▸ **What you have to do**: Using the word "ENDS" as the filter, copy each matching line from the records.

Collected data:

***

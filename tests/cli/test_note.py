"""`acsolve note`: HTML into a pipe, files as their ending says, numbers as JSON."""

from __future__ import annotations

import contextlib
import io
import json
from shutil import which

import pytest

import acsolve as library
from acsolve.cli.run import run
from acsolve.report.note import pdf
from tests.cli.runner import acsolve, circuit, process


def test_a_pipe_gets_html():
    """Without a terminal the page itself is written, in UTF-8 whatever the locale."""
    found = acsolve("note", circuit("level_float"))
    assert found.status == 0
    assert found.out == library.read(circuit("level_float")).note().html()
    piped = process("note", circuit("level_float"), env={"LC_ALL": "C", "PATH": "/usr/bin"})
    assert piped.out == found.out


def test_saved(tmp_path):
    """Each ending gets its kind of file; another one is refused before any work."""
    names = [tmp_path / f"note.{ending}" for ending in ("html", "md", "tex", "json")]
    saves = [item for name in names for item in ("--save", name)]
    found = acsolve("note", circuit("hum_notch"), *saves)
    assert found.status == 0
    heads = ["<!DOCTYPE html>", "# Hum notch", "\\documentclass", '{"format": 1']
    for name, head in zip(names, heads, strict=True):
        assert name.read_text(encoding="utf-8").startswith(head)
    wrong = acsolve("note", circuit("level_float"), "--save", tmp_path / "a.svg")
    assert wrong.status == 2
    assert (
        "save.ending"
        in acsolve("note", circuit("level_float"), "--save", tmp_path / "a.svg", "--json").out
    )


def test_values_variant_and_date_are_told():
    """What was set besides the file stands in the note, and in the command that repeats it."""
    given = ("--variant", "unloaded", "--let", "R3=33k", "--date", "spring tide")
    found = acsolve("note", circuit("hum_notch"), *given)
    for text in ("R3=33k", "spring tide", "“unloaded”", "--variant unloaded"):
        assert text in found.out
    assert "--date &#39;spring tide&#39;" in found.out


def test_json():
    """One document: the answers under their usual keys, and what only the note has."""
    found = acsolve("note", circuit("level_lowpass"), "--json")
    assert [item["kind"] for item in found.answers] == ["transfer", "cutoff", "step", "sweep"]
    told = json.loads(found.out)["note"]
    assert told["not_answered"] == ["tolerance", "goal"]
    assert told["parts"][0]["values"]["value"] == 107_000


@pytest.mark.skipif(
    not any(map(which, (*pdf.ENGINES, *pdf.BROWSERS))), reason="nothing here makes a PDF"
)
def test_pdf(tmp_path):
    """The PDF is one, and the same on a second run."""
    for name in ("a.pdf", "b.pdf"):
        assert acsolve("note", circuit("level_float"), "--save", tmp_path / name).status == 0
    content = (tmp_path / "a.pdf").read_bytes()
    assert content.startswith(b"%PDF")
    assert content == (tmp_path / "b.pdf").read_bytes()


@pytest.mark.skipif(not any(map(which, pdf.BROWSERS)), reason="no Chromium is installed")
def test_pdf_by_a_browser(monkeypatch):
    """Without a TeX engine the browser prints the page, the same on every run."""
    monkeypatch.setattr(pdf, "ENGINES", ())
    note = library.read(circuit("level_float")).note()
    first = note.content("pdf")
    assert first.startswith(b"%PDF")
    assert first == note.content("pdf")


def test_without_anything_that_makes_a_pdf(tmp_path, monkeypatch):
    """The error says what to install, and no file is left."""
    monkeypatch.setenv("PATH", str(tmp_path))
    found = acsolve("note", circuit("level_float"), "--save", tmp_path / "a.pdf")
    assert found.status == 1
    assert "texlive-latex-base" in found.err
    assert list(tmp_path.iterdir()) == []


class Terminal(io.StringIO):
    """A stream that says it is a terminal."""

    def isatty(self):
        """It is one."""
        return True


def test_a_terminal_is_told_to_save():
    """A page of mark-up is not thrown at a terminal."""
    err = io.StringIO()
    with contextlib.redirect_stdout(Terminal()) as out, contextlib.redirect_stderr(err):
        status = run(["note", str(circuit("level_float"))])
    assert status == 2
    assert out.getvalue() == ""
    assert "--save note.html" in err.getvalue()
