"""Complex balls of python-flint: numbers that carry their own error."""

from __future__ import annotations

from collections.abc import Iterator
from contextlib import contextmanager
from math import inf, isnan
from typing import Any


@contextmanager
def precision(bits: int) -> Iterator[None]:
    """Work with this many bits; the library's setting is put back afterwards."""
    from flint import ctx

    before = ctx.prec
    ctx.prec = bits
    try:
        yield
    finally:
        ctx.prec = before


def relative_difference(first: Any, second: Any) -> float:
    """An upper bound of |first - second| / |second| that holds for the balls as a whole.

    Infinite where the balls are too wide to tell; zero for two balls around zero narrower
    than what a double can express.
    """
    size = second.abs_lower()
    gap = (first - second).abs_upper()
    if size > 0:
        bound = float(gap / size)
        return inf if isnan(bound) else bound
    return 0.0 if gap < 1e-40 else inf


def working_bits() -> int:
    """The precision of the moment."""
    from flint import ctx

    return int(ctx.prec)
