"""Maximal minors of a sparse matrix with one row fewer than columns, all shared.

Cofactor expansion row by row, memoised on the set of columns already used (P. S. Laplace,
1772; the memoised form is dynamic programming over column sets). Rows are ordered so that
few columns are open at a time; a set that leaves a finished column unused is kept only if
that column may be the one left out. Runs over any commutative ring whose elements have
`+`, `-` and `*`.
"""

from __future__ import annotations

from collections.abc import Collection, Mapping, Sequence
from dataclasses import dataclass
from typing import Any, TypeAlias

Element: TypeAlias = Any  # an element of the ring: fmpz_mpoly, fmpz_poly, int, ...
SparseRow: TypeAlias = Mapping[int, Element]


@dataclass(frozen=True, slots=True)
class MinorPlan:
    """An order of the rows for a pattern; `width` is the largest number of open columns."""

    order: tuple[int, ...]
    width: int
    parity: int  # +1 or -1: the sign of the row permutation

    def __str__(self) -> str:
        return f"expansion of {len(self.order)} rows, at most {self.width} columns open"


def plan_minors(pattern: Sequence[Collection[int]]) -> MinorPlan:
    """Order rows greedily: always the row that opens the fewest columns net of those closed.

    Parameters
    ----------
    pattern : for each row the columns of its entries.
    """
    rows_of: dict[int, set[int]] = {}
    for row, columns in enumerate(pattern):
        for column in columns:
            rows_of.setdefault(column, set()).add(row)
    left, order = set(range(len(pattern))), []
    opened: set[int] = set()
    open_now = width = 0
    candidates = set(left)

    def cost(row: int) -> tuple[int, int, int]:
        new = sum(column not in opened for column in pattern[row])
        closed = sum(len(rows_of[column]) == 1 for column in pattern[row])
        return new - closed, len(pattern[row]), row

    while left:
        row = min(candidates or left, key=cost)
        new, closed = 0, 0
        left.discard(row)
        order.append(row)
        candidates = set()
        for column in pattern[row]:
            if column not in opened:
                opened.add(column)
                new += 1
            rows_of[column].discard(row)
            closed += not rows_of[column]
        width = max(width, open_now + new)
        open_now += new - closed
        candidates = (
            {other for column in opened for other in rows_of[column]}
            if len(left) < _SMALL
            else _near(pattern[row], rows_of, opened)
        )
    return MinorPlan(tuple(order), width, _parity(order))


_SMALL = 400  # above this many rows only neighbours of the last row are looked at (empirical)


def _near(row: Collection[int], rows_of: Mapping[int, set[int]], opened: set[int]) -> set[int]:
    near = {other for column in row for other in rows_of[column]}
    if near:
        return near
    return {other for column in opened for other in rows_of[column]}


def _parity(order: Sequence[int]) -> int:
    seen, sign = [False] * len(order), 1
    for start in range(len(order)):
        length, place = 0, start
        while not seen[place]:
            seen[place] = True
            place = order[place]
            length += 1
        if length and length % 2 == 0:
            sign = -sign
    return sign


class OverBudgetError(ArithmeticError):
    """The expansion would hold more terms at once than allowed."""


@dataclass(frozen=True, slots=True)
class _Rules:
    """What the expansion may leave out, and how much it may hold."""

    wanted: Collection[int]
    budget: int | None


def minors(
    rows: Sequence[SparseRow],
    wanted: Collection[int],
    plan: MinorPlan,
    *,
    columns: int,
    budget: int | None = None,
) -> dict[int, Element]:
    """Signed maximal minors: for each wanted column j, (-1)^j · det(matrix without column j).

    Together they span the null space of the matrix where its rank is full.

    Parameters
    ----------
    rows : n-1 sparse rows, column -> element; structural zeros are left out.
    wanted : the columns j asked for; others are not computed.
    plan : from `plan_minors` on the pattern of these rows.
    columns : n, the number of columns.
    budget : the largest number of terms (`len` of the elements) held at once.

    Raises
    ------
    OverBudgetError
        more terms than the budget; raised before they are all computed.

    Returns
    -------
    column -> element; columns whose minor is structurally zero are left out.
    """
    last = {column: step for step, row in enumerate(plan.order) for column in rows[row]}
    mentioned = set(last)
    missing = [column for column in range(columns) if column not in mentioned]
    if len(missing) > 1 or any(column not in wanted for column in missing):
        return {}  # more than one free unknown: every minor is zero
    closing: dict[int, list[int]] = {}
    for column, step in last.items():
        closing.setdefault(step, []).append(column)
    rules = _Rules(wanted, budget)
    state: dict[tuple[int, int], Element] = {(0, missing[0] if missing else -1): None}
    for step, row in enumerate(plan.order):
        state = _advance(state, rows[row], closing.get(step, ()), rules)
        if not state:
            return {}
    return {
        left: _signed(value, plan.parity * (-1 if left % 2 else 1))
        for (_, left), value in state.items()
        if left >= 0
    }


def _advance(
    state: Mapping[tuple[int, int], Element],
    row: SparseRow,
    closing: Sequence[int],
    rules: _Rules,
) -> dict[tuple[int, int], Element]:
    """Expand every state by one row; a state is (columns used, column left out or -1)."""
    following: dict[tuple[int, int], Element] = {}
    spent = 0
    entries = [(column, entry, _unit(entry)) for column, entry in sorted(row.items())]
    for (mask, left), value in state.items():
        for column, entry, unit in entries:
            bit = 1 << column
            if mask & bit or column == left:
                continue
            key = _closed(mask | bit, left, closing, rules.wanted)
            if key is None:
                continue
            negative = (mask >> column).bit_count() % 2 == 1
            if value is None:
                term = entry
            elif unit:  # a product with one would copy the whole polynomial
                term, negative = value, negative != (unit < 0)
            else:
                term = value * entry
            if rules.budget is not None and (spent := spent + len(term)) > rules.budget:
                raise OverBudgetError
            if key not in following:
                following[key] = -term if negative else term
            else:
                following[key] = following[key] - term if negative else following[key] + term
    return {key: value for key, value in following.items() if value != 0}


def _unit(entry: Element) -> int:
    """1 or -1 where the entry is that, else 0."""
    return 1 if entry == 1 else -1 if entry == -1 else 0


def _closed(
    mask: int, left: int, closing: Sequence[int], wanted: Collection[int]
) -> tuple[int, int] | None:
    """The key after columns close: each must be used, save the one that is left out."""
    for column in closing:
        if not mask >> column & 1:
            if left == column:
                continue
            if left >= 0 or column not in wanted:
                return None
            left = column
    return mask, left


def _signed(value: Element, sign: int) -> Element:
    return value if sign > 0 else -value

***

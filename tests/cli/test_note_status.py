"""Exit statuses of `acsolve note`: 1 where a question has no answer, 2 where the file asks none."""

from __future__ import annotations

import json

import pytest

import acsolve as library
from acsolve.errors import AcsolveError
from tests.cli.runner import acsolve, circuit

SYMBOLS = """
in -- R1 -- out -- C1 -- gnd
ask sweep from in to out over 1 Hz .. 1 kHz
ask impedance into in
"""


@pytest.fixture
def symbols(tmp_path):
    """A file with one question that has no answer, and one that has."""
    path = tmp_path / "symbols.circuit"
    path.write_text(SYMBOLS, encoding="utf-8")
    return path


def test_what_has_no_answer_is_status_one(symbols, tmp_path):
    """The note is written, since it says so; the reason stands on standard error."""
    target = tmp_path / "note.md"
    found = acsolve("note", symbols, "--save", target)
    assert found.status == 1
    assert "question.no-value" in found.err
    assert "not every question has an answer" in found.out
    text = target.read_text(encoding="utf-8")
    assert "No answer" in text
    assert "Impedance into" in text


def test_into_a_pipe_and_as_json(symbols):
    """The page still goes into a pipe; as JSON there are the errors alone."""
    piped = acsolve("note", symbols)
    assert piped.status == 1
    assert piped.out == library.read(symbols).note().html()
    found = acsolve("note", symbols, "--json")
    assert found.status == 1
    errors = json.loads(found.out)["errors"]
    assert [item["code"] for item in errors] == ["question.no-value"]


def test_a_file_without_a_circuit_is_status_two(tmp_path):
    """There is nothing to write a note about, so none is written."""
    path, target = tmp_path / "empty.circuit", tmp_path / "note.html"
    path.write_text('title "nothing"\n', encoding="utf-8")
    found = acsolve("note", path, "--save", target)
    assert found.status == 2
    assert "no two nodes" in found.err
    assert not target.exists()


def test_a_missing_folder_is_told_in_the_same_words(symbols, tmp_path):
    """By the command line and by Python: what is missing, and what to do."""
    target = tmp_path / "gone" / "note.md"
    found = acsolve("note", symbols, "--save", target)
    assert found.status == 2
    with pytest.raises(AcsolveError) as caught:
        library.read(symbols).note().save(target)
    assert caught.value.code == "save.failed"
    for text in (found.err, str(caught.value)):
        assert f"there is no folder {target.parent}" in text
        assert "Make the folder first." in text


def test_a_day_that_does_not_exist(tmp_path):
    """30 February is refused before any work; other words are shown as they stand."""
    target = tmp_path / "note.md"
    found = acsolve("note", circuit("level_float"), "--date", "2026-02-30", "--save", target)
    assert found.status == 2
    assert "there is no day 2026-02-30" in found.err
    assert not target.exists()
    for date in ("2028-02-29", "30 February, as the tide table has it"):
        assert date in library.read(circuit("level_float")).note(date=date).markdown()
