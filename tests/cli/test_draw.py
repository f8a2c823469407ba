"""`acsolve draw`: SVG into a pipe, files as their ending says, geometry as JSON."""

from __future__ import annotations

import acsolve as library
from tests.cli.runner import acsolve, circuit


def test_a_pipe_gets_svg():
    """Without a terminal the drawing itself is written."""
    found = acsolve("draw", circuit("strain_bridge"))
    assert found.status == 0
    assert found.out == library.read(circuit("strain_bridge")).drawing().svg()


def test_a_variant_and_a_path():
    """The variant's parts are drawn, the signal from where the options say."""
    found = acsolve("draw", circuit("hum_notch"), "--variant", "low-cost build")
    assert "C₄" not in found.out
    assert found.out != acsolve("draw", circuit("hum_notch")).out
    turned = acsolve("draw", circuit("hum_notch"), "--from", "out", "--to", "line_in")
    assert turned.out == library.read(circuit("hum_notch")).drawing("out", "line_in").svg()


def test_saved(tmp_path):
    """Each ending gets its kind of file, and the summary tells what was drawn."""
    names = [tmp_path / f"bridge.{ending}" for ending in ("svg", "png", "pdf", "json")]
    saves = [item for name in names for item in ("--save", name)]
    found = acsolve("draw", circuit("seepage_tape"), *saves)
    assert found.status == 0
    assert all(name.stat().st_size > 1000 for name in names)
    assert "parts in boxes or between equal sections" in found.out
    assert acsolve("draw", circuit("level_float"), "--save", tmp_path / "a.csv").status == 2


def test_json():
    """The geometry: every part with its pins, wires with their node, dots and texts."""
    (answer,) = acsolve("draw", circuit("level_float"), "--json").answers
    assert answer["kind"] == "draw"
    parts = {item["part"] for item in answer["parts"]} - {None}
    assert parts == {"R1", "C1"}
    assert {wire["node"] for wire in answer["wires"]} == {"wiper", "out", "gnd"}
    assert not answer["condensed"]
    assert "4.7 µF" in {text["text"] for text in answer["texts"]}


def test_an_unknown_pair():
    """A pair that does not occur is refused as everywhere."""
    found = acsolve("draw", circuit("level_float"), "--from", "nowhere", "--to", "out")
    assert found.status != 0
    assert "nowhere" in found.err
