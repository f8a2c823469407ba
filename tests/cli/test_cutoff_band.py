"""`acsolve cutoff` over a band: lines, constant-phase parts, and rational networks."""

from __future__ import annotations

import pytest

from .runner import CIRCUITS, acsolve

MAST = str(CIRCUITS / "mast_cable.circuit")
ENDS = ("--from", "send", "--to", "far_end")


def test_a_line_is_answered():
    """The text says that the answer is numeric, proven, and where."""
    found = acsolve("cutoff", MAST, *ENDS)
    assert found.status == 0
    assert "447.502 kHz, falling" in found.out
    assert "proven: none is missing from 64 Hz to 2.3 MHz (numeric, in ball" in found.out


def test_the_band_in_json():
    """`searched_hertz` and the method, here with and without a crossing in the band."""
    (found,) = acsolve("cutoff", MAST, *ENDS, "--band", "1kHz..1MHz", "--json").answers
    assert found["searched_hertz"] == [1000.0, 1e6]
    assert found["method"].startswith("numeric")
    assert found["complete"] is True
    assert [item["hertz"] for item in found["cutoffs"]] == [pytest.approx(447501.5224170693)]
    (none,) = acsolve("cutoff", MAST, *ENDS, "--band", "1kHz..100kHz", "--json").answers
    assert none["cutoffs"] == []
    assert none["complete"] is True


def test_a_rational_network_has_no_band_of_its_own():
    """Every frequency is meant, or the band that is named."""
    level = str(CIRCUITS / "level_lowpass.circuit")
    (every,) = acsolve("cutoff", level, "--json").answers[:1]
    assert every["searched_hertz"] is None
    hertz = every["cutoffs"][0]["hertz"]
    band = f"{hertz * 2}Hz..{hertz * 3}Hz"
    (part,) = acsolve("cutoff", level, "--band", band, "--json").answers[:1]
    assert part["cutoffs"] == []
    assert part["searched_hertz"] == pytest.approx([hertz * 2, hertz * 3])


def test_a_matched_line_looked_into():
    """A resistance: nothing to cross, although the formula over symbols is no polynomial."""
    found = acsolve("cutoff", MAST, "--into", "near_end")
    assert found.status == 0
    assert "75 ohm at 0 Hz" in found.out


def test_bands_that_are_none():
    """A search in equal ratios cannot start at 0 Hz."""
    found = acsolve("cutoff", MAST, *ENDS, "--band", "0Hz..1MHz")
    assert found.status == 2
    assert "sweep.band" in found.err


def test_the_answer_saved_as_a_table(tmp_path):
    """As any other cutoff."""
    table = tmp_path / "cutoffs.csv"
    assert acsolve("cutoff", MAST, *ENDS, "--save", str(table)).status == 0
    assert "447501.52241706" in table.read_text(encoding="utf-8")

***

▸ **Completed exercise**:
ENDS = ("--from", "send", "--to", "far_end")
    found = acsolve("cutoff", MAST, *ENDS)
    (found,) = acsolve("cutoff", MAST, *ENDS, "--band", "1kHz..1MHz", "--json").answers
    (none,) = acsolve("cutoff", MAST, *ENDS, "--band", "1kHz..100kHz", "--json").answers
    found = acsolve("cutoff", MAST, *ENDS, "--band", "0Hz..1MHz")
    assert acsolve("cutoff", MAST, *ENDS, "--save", str(table)).status == 0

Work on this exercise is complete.